Così, un topo si mostra paterno nei confronti di cuccioli della sua specie solo se ha avuto nei giorni precedenti (entro le tre settimane della gestazione) un rapporto amoroso, perché in un certo senso è sicuro che essi siano il frutto di quell'accoppiamento. Evidentemente l'esperienza sessuale inibisce la tendenza all'infanticidio, che invece si manifesta in un maschio che nel recente passato ha praticato la castità: se non si è accoppiato, di chi sono quei neonati che trova nel suo territorio?

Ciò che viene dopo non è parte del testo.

"""A comparison on the terminal and as a page with overlaid plots."""

from __future__ import annotations

from collections.abc import Callable
from pathlib import Path
from typing import Any

from markupsafe import Markup
from rich.console import Group
from rich.table import Table
from rich.text import Text

from chainsim.report import series
from chainsim.report.comparison import Comparison, cell
from chainsim.report.images import page_image
from chainsim.report.marks import outcome_bar
from chainsim.report.page import render_page
from chainsim.report.style import OUTCOME_COLORS, plot_style
from chainsim.report.text import BLIND_SPOTS, DEFERS, GROUP_TITLES
from chainsim.report.timeplots import overlay_figure

OVERLAYS: tuple[tuple[str, str, Callable[[Any], list[series.Panel]]], ...] = (
    ("Tension of the strands", "Averaged over one tooth passage.", series.tension_panels),
    ("Sideways excursion of the strands", "Outward positive.", series.excursion_panels),
    ("Seat reserve", "Of the worst seat at each moment.", series.seat_panels),
    ("Speed and accelerations", "Of the chain, and at the balls.", series.ride_panels),
    ("Take-up travel", "From the place on the drawing.", series.takeup_panels),
    ("The drive", "At the driven sprocket.", series.drive_panels),
)
"""Title, text and panels of each overlaid plot."""

TERMINAL_LOOKS = {"holds": "", "close": "bold", "fails": "bold reverse", "not judged": "dim"}


def comparison_table(comparison: Comparison) -> Group:
    """Return a comparison for the terminal, to be printed by `rich`.

    Parameters
    ----------
    comparison : Comparison
        From `chainsim.report.compare`.
    """
    inputs = Table(title="Inputs that differ", title_justify="left", title_style="bold")
    inputs.add_column("key")
    findings = Table(title="Findings", title_justify="left", title_style="bold")
    findings.add_column("finding")
    for name in comparison.names:
        inputs.add_column(Text(name))
        findings.add_column(Text(name))
    for difference in comparison.inputs:
        inputs.add_row(Text(difference.key), *(Text(value) for value in difference.values))
    group = None
    for row in comparison.findings:
        if group not in (None, row.group):
            findings.add_section()
        group = row.group
        cells = []
        for run in range(len(comparison.names)):
            outcome, text = cell(row, run)
            cells.append(Text.assemble((outcome, TERMINAL_LOOKS.get(outcome, "")), "\n", text))
        findings.add_row(Text(row.title), *cells)
    if not comparison.inputs:
        return Group(Text("The scenarios are the same in every value."), findings)
    return Group(inputs, findings)


def render_comparison(comparison: Comparison, path: str | Path) -> Path:
    """Write a comparison as one self-contained HTML page.

    Parameters
    ----------
    comparison : Comparison
        From `chainsim.report.compare`.
    path : str or Path
        File to write.

    Returns
    -------
    Path
        The file written.
    """
    path = Path(path)
    page = render_page(
        "compare.html.j2",
        title="Comparison: " + ", ".join(comparison.names),
        names=comparison.names,
        inputs=[(d.key, *d.values) for d in comparison.inputs],
        groups=finding_groups(comparison),
        plots=overlaid_plots(comparison),
        blind=BLIND_SPOTS,
        defers=DEFERS,
    )
    path.write_text(page, encoding="utf-8")
    return path


def finding_groups(comparison: Comparison) -> list[dict]:
    """Return the findings of a comparison as the page shows them, group by group."""
    groups = []
    for group, title in GROUP_TITLES.items():
        rows = [row for row in comparison.findings if row.group == group]
        if rows:
            shown = [
                (row.title, *(page_cell(row, k) for k in range(len(row.outcomes)))) for row in rows
            ]
            groups.append({"title": title, "rows": shown})
    return groups


def page_cell(row: Any, run: int) -> Markup:
    """Return outcome, value and margin of one run as the page shows them."""
    outcome, text = cell(row, run)
    bar = outcome_bar(outcome) if outcome in OUTCOME_COLORS else Markup("")
    return Markup('<span class="outcome">{} <strong>{}</strong></span><br>{}').format(
        bar, outcome, text
    )


def overlaid_plots(comparison: Comparison) -> list[dict]:
    """Return the plots in which the runs lie on top of each other."""
    runs = list(zip(comparison.names, comparison.runs, strict=True))
    shown = []
    for title, text, panels in OVERLAYS:
        found = [panels(rec) for rec in comparison.runs]
        if not any(found):
            continue
        with plot_style():
            shown.append(page_image(overlay_figure(runs, found), title, text))
    return shown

Le topoline conoscono bene questo aspetto del carattere maschile e si comportano di conseguenza. Riconoscendolo dall'odore, attaccano qualsiasi maschio si avvicini al nido che non sia il loro partner. Se poi nel territorio la traccia odorosa del dominante viene a mancare, ed è invece prepotente l'odore di un maschio estraneo, nel ventre delle topoline gravide accade che gli embrioni, frutto dell'amore con il precedente sultano, regrediscano: questo aborto spontaneo interrompe una gravidanza che sicuramente sarebbe culminata con un infanticidio. Inoltre, si predispongono a dar figli al nuovo venuto, che, con molta probabilità, sarà il futuro dominante.

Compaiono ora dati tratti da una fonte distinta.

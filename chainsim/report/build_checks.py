"""Checks at commissioning: what to measure, how, and the band of numbers to accept."""

from __future__ import annotations

import math
from collections.abc import Iterator

import numpy as np

from chainsim import closed_forms as cf
from chainsim.analysis.chain_motion import chain_speed
from chainsim.analysis.stops import overrun
from chainsim.report.build_case import Case, steady_mean
from chainsim.report.build_drive import running_torque
from chainsim.report.build_line import (
    CLOSED,
    CLOSED_ONLY,
    DRAWN,
    SIMULATED,
    STATED,
    UNKNOWN,
    Line,
    Part,
    ran_or_reckoned,
)
from chainsim.report.build_takeup import movable_axles, travel_of
from chainsim.report.build_tolerances import PITCH_SHARE

SPEED_BAND = 0.05
"""Band of a speed to accept (dimensionless): what moves no finding far; our choice."""

WEIGHT_BAND = 0.05
"""Band of a mass or a spring's force to accept (dimensionless); our choice."""

FRICTION_BAND = 0.3
"""Band of a torque or current to accept (dimensionless), since friction is seldom known; our
choice."""

PROVING = 0.01
"""Share of balls lost that the proving count is to exclude (dimensionless)."""


def checks_part(case: Case) -> Part:
    """Write the checks at commissioning.

    Parameters
    ----------
    case : Case
        The lift.
    """
    lines = [
        *_standing_lines(case),
        *_running_lines(case),
        *_drive_lines(case),
        *_ball_lines(case),
        *_stop_lines(case),
    ]
    return Part(
        "checks",
        "Checks at commissioning",
        "In this order, each written down. Outside its band: stop, and find out why before going "
        "on. The bands are widths of our choice round the predicted value, wider where friction "
        "decides.",
        tuple(lines),
    )


def _banded(line: Line, share: float) -> Line:
    """Give a line a band round its value."""
    if not isinstance(line.value, float) or not math.isfinite(line.value):
        return line
    width = abs(line.value) * share
    return line._replace(low=line.value - width, high=line.value + width)


def _standing_lines(case: Case) -> Iterator[Line]:
    n = case.lift.n_links
    yield Line("links counted", n, "1", DRAWN, "", n, n)
    if case.scenario.carriers is not None:
        count = len(case.lift.carrier_links)
        yield Line("carriers counted", count, "1", DRAWN, "", count, count)
    for k in movable_axles(case):
        mount, name = case.scenario.sprocket[k].mount, case.lift.wheels[k].name
        if mount.kind == "spring":
            line = Line(f"{name}: spring at the place on the drawing", mount.set_force, "N")
        elif mount.kind == "counterweight":
            line = Line(f"{name}: counterweight on the scales", mount.weight, "kg")
        else:
            line = Line(f"{name}: all that hangs, on the scales", mount.mass, "kg")
        yield _banded(line, WEIGHT_BAND)
        new = travel_of(case, k).new
        off = 0.5 * PITCH_SHARE * case.loop
        rest = case.simulated(lambda s, k=k: _rest_travel(s, case, k))
        line = Line(f"{name}: travel from the drawing, standing, empty", None, "m")
        line = ran_or_reckoned(line, rest, new)
        middle = rest if rest is not None else new
        note = f"{line.note}; " if line.note else ""
        yield line._replace(
            low=middle - off,
            high=middle + off,
            note=f"{note}band: chain {100 * PITCH_SHARE:g} % longer or shorter",
        )
        yield from _bounce_line(case, name)


def _rest_travel(s, case: Case, k: int) -> float:
    """Travel of an axle in the first sample [m]."""
    way = np.array(case.sized.path.wheels[k].movable)
    return float((s.center[0, k] - np.array(case.lift.wheels[k].center)) @ way)


def _bounce_line(case: Case, name: str) -> Iterator[Line]:
    """Bounce of the take-up by hand: it tells the stiffness of the chain."""
    mode = case.simulated(
        lambda s: next(m.frequency for m in s.rec.modes if m.kind == f"take-up {name}")
    )
    if mode is None:
        return
    origin = case.scenario.origins().get("chain.link_stiffness")
    low, high = 0.8, 1.2
    if origin is not None and origin.low and origin.high and origin.low < origin.high:
        low, high = (math.sqrt(end / origin.typical) for end in (origin.low, origin.high))
    yield Line(
        f"{name}: bounces when tapped from below, chain empty",
        mode,
        "Hz",
        SIMULATED,
        "filmed from the side; lower than the band is a softer chain",
        low * mode,
        high * mode,
    )


def _running_lines(case: Case) -> Iterator[Line]:
    speed = case.simulated(lambda s: s.steady_speed)
    turn = case.loop / speed if speed and math.isfinite(speed) else None
    line = Line("time of one turn of the chain, one carrier watched", None, "s")
    yield _banded(ran_or_reckoned(line, turn, case.loop / case.speed), SPEED_BAND)
    rate = case.simulated(lambda s: abs(steady_mean(s, "sprockets/rate", case.driven)))
    line = Line("speed of the driven sprocket", None, "rad s-1")
    yield _banded(ran_or_reckoned(line, rate, case.rate), SPEED_BAND)
    teeth = case.lift.wheels[case.driven].teeth
    if teeth:
        turns = int(np.lcm(case.lift.n_links, teeth)) // case.lift.n_links
        yield Line(
            "turns of the chain until a marked link is on its marked tooth again",
            turns,
            "1",
            DRAWN,
            "any other number is a skipped tooth",
            turns,
            turns,
        )
    for k in movable_axles(case):
        travel, name = travel_of(case, k), case.lift.wheels[k].name
        width = travel.high - travel.low
        line = Line(f"{name}: moves up and down while running by", None, "m", note="whole run")
        line = ran_or_reckoned(line, width)
        yield line._replace(high=1.5 * width if line.is_known else None)
    yield from _shake_line(case)


def _shake_line(case: Case) -> Iterator[Line]:
    """Speed variation, the rhythm of the teeth."""
    rate = case.speed / case.scenario.chain.pitch
    yield _banded(Line("rhythm of the teeth, heard or filmed", rate, "Hz", CLOSED), SPEED_BAND)
    speed = case.simulated(chain_speed)
    if speed is None:
        return


def _drive_lines(case: Case) -> Iterator[Line]:
    mean, closed = running_torque(case)
    line = Line("mean torque on the driven sprocket, loaded", None, "N m")
    yield _banded(ran_or_reckoned(line, mean, closed), FRICTION_BAND)
    motor = case.scenario.drive.motor
    if motor is None:
        yield Line(
            "current of the motor, loaded",
            None,
            "A",
            UNKNOWN,
            "no motor was calculated with: write down the value of the first good day",
        )
        return
    current = case.simulated(lambda s: steady_mean(s, "drive/current"))
    reckoned = None
    if closed is not None:
        load = closed / (motor.gear_ratio * motor.gear_efficiency)
        reckoned = cf.motor_current(
            load, motor.stall_torque, motor.no_load_current, motor.stall_current
        )
    line = Line("current of the motor, loaded", None, "A")
    yield _banded(ran_or_reckoned(line, current, reckoned), FRICTION_BAND)


def _ball_lines(case: Case) -> Iterator[Line]:
    if case.scenario.balls is None or case.scenario.carriers is None:
        return
    spacing = case.scenario.carriers.every * (case.scenario.balls.spacing or 1)
    pockets = cf.pocket_rate(case.speed, spacing * case.scenario.chain.pitch)
    yield _banded(Line("pockets that come by", pockets, "s-1", CLOSED), SPEED_BAND)
    demand = case.scenario.limits.ball_rate or case.scenario.balls.feed.rate
    found = next((f.value for f in case.findings if f.name == "rate_met"), None)
    line = Line("balls delivered, counted over ten minutes", None, "s-1")
    line = ran_or_reckoned(line, found, min(demand, pockets) if demand else pockets)
    yield line._replace(low=demand - 0.1 / 60.0 if demand else None)
    trials = cf.trials_without_failure(PROVING)
    yield Line(
        "balls to run in a row with none lost",
        trials,
        "1",
        CLOSED,
        f"then fewer than {100 * PROVING:g} % are lost, with 95 % confidence; one lost starts the "
        "count again, after its cause is found",
        trials,
        digits=6,
    )


def _stop_lines(case: Case) -> Iterator[Line]:
    has_stop = "stop" in case.situations_run
    ran_on = case.simulated(overrun) if has_stop else None
    line = Line("chain runs on after a stop by", None, "m", note="ramp included")
    line = ran_or_reckoned(line, ran_on.distance if ran_on else None)
    yield line._replace(high=1.2 * line.value if line.is_known else None)
    yield Line(
        "loaded, supply cut: runs back by",
        None,
        "m",
        STATED,
        "see the direction of running; more than a pitch needs a backstop",
        None,
        case.scenario.chain.pitch,
    )._replace(source=CLOSED_ONLY if has_stop else UNKNOWN)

INTELLIGENZA. Prevalentemente notturni, i topolini domestici sono sempre indaffarati alla ricerca del cibo. Prediligono i cereali, ma non sono "schizzinosi". In un ambiente soggetto a cambiamenti come quello umano, è un problema trovare nutrimento senza pericolo ed essere sicuri che sia commestibile. Curiosi ed esplorativi, prudenti e intelligenti, i topolini inventano una soluzione per ogni problema. E appena uno di loro la trova, gli altri la copiano. Lo ha dimostrato Danilo Mainardi, etologo: «Se un gruppo di topi è intrappolato in un labirinto, e uno di loro trova il modo di uscire, gli altri, che hanno assistito alla scena, fanno proprio la stessa cosa».

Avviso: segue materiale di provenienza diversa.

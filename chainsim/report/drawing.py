"""Draws the lift to scale at one recorded moment: chain by tension, teeth, carriers, balls."""

from __future__ import annotations

from typing import Any, NamedTuple

import numpy as np
from matplotlib.axes import Axes
from matplotlib.collections import LineCollection, PatchCollection
from matplotlib.figure import Figure
from matplotlib.lines import Line2D
from matplotlib.patches import Circle, Polygon

from chainsim.report.parts import (
    carrier_parts,
    held_seat,
    highest_tensions,
    n_slots,
    sprocket_parts,
    standing_parts,
    usual_tension,
    view_box,
)
from chainsim.report.style import (
    FAINT,
    INK,
    PUSH_DASH,
    STEEL,
    TENSION_COLORS,
    TENSION_WIDTHS,
    new_figure,
    tension_class,
    tension_edges,
    tension_text,
)

BALL_FILL = "#f4ead6"


def _turned(points: np.ndarray, angle: float, center: np.ndarray) -> np.ndarray:
    """Return points of a wheel's frame in the world's, shape (n, 2) [m]."""
    c, s = np.cos(angle), np.sin(angle)
    return np.asarray(points) @ np.array([[c, s], [-s, c]]) + center


def on_link(pins: np.ndarray, link: int, outline: list) -> np.ndarray:
    """Return an outline given along a link and along its normal in the world's frame.

    Parameters
    ----------
    pins : ndarray, shape (n_pins, 2)
        Pin centers [m].
    link : int
        Number of the link [dimensionless].
    outline : list
        Points along t and along n from the first pin [m].

    Returns
    -------
    ndarray, shape (n, 2)
        The points [m].
    """
    start, end = pins[link], pins[(link + 1) % len(pins)]
    along = (end - start) / np.linalg.norm(end - start)
    normal = np.array([along[1], -along[0]])
    points = np.asarray(outline)
    return start + points[:, :1] * along + points[:, 1:] * normal


class Parts(NamedTuple):
    """What a drawing needs that does not change in a run.

    Attributes
    ----------
    standing, sprockets, carriers, pockets : list
        From `chainsim.report.parts`.
    box : tuple of 4 floats
        Left, bottom, right and top of everything [m].
    edges : ndarray
        Limits of the tension classes [N].
    ball_radius : float
        Radius of a ball [m].
    held : tuple of 2 floats or None
        Center of a held ball along t and n of its link [m].
    """

    standing: list
    sprockets: list
    carriers: list
    pockets: list
    box: tuple[float, ...]
    edges: np.ndarray
    ball_radius: float
    held: tuple[float, float] | None


def drawing_parts(rec: Any) -> Parts:
    """Return the unchanging parts of a recorded lift."""
    standing, sprockets = standing_parts(rec), sprocket_parts(rec)
    carriers, pockets = carrier_parts(rec)
    return Parts(
        standing,
        sprockets,
        carriers,
        pockets,
        view_box(rec, sprockets, standing),
        tension_edges(usual_tension(rec)),
        0.5 * rec.scenario.balls.diameter if rec.scenario.balls else 0.0,
        held_seat(rec),
    )


def _draw_standing(axes: Axes, parts: Parts) -> None:
    """Draw walls, guides, chute and trough."""
    for line in parts.standing:
        points = 1e3 * np.asarray(line["points"])
        axes.plot(points[:, 0], points[:, 1], color=FAINT, linewidth=1.8, zorder=1)


def _draw_sprockets(axes: Axes, parts: Parts, centers: np.ndarray, angles: np.ndarray) -> None:
    """Draw the outline and the axle of every sprocket."""
    for part, center, angle in zip(parts.sprockets, centers, angles, strict=True):
        outline = 1e3 * _turned(np.asarray(part["outline"]), angle, center)
        patch = Polygon(outline, facecolor="#e4e9ea", edgecolor=STEEL, linewidth=0.7, zorder=2)
        axes.add_patch(patch)
        axes.plot(*(1e3 * center), marker="+", color=INK, markersize=7, zorder=3)


def _draw_chain(axes: Axes, pins: np.ndarray, tension: np.ndarray, edges: np.ndarray) -> None:
    """Draw every link in the hue and width of its tension, dashed where it pushes."""
    ends = 1e3 * np.stack([pins, np.roll(pins, -1, axis=0)], axis=1)
    classes = tension_class(tension, edges)
    for k, (color, width) in enumerate(zip(TENSION_COLORS, TENSION_WIDTHS, strict=True)):
        lines = LineCollection(list(ends[classes == k]), colors=color, linewidths=width, zorder=4)
        axes.add_collection(lines)
    pushing = list(ends[classes == -1])
    axes.add_collection(
        LineCollection(pushing, colors=INK, linewidths=1.5, linestyles=(0, PUSH_DASH), zorder=4)
    )


def _draw_carriers(axes: Axes, parts: Parts, pins: np.ndarray) -> None:
    """Draw the pockets."""
    outlines = [1e3 * on_link(pins, c["link"], parts.pockets[c["pocket"]]) for c in parts.carriers]
    axes.add_collection(LineCollection(outlines, colors=INK, linewidths=1.0, zorder=5))


def _draw_balls(axes: Axes, rec: Any, sample: int, radius: float) -> None:
    """Draw every ball that is in the lift."""
    if not n_slots(rec):
        return
    in_use = at(rec, "balls/number", sample) >= 0
    places = 1e3 * at(rec, "balls/position", sample)[in_use]
    circles = [Circle(place, 1e3 * radius) for place in places if np.isfinite(place).all()]
    axes.add_collection(
        PatchCollection(circles, facecolor=BALL_FILL, edgecolor=INK, linewidth=0.9, zorder=6)
    )


def _draw_held_balls(axes: Axes, rec: Any, sample: int, parts: Parts, pins: np.ndarray) -> None:
    """Draw a ball in every carrier that holds one."""
    if parts.held is None:
        return
    loaded = at(rec, "carriers/loaded", sample) > 0
    links = [c["link"] for c, is_loaded in zip(parts.carriers, loaded, strict=True) if is_loaded]
    places = [1e3 * on_link(pins, link, [parts.held])[0] for link in links]
    circles = [Circle((x, y), 1e3 * parts.ball_radius) for x, y in places]
    axes.add_collection(
        PatchCollection(circles, facecolor=BALL_FILL, edgecolor=INK, linewidth=0.9, zorder=6)
    )


def at(rec: Any, name: str, sample: int) -> np.ndarray:
    """Return one sample of a channel, in its unit, without reading the others."""
    return rec.read(name, slice(sample, sample + 1))[0]


def tension_key(edges: np.ndarray, has_push: bool) -> list[Line2D]:
    """Return what the legend needs to show the tension classes.

    Parameters
    ----------
    edges : ndarray, shape (n_classes + 1,)
        Limits of the classes [N].
    has_push : bool
        Whether some link pushes.
    """
    handles = []
    for k, (color, width) in enumerate(zip(TENSION_COLORS, TENSION_WIDTHS, strict=True)):
        label = tension_text(edges, k)
        handles.append(Line2D([], [], color=color, linewidth=width, label=label))
    if has_push:
        handles.append(
            Line2D([], [], color=INK, linewidth=1.5, linestyle=(0, PUSH_DASH), label="pushes")
        )
    return handles


def draw_lift(axes: Axes, rec: Any, sample: int, parts: Parts | None = None) -> None:
    """Draw the lift at one sample, in millimeters and to scale.

    Parameters
    ----------
    axes : Axes
        Where to draw.
    rec : Recording
        The run.
    sample : int
        Which sample [dimensionless].
    parts : Parts, optional
        From `drawing_parts`, to save time where many moments are drawn.
    """
    parts = parts or drawing_parts(rec)
    pins = at(rec, "pins/position", sample).astype(float)
    _draw_standing(axes, parts)
    _draw_sprockets(
        axes, parts, at(rec, "sprockets/center", sample), at(rec, "sprockets/angle", sample)
    )
    _draw_chain(axes, pins, at(rec, "links/tension", sample), parts.edges)
    _draw_carriers(axes, parts, pins)
    _draw_held_balls(axes, rec, sample, parts, pins)
    _draw_balls(axes, rec, sample, parts.ball_radius)
    left, bottom, right, top = (1e3 * side for side in parts.box)
    is_mirrored = rec.scenario.view == "back"
    axes.set_aspect("equal")
    axes.set_xlim(*((right, left) if is_mirrored else (left, right)))
    axes.set_ylim(bottom, top)
    axes.set_xlabel("x [mm], seen from behind" if is_mirrored else "x [mm]")
    axes.set_ylabel("y [mm]")


def lift_figure(rec: Any) -> Figure:
    """Draw the lift at the moment of the highest tension of any link."""
    sample = int(np.nanargmax(highest_tensions(rec)))
    parts = drawing_parts(rec)
    left, bottom, right, top = parts.box
    height = 7.0
    width = min(max(height * (right - left) / (top - bottom) + 2.6, 4.2), 7.4)
    figure, (axes,) = new_figure(width=width, height=height)
    draw_lift(axes, rec, sample, parts)
    keys = tension_key(parts.edges, bool((at(rec, "links/tension", sample) < 0.0).any()))
    figure.legend(handles=keys, loc="outside right upper", title="link tension", fontsize=8)
    axes.set_title(f"at {rec.time[sample]:.3f} s")
    return figure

Allo stesso modo, i topolini evitano un certo cibo se vedono un loro compagno star male dopo che se ne è nutrito. Per questo il veleno delle esche più efficaci agisce dopo un certo tempo, in modo che gli altri topi non associno il cibo all'effetto mortale. Adattabili, sempre pronti a imparare, i topolini non intendono certo sottomettersi all'uomo. E se nella realtà quotidiana l'uomo li combatte con ogni mezzo, nella finzione sogna tanto di averli come alleati nella lotta contro il male: esseri che usano tante doti di furbizia, sagacia, curiosità, intuito e capacità di trovare nuove soluzioni di fronte ad ogni nuova difficoltà.

Non a caso di uno di loro Walt Disney ha fatto il grande eroe dei fumetti: Topolino. Fossero tutti come lui, i topi!